Introducing Bobby Crosby: Now Playing Third Base for the Oakland Athletics

Tommy TurreyContributor IMarch 12, 2009

Is it a shock to anyone that Eric Chavez is injured again? The only surprise here is that it took him this long to strain or injure a body part this early into spring training.

Please excuse my sarcasm for frustration here people, because when it comes to Chavy, most A's fans are still longing for those good old days when he used to be the best third baseman in the league. The former six-time Gold Glover and $66 million dollar man has been on a steady decline since 2006.

This is when he started having the notorious back pain, coupled with other medical issues, forcing him to start the beginning of last year on the disabled list, which allowed him to appear in only 23 games.

Now on to Bobby Crosby, because GM Billy Beane grew restless of waiting on the shortstop to regain the form he had when he was rookie of the year in 2004. Beane attempted to sign Rafael Furcal and Edgar Renteria before the start of spring training this year.

Neither one signed with Oakland, as Furcal rejoined the Dodgers and Renteria opted to play for the other team in the Bay, thus allowing the signing of Orlando Cabrera from the White Sox, along with the other former Dodger, Nomar Garciaparra.

Yes, that's correct—the A's have been very busy this offseason, as they seemed to go against the grain here from the handbook of Moneyball and brought in some key new players, most notably Matt Holliday and Jason Giambi.

Crosby played third base for the first time since the age of 11 earlier this week and looked good.
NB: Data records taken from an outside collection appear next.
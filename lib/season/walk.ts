/**
 * One strip of a parcel through a season: the only place where soil water is stepped.
 *
 * Order of the day: roots grow → rain, melt and their runoff → irrigation is decided → the root zone refills and drains → water rises from below → the
 * surface layer is wetted → evaporation and transpiration → the balance is drawn up. Rain and irrigation fall early in the day, and water above field
 * capacity drains before the day's ET (see `refilledDepletion`), except where bunds hold it (`lib/crop/paddy`).
 *
 * Two stores close the balance exactly while the root depth changes: the root zone (depletion Dr) and the soil below it down to the deepest root of the run
 * (depletion Db). The surface layer (depletion De) is the separate account that FAO-56 keeps of the top of the root zone. Ponded fields have a third store,
 * X, of water above field capacity.
 *
 * The loop is one function with its state in locals: read from rows, written to rows, nothing allocated. The equations stand in `lib/crop`, one function
 * each with its source; here they are written out where a call would cost. The working of a day is recorded from the same locals.
 */
import { powerOfShare } from '../base/power.ts';
import { efficiencyOfDepth, netOfGross } from '../crop/application-efficiency.ts';
import { BARE_SOIL_COEFFICIENT, LEAST_EXPOSED } from '../crop/cover.ts';
import { REFILLED } from '../crop/irrigation-rule.ts';
import { pondDepth, pondSupply } from '../crop/paddy.ts';
import { FRACTION_HIGH, FRACTION_LOW } from '../crop/root-zone.ts';
import { curveNumberOfSurface, potentialRetention, surfaceRunoff } from '../crop/runoff.ts';
import { WETTING_RAIN } from '../crop/surface-layer.ts';
import type { Call } from './day-record.ts';
import { MARK } from './pack.ts';
import type { StripWalk } from './strip-walk.ts';
import { MISSING_STORED } from './types.ts';

const MOST_STORED = MISSING_STORED - 1;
Now, the thought pattern here for most baseball experts is that if he can play shortstop, then he could easily make the smooth transition to play any position within the infield.

This might be the case for Bobby this season, as second baseman Mark Ellis is returning from offseason surgery and Cabrera will need some off days from playing at short. Then of course we all know he can definitely get reps at third.

Now if he can get it through his head that being a utility player at this particular stage of his career is not the end of the world, this crazy thing might just work...or at least until Billy Beane decides to trade him for some prospects, or Eric calls it quits—whichever comes first.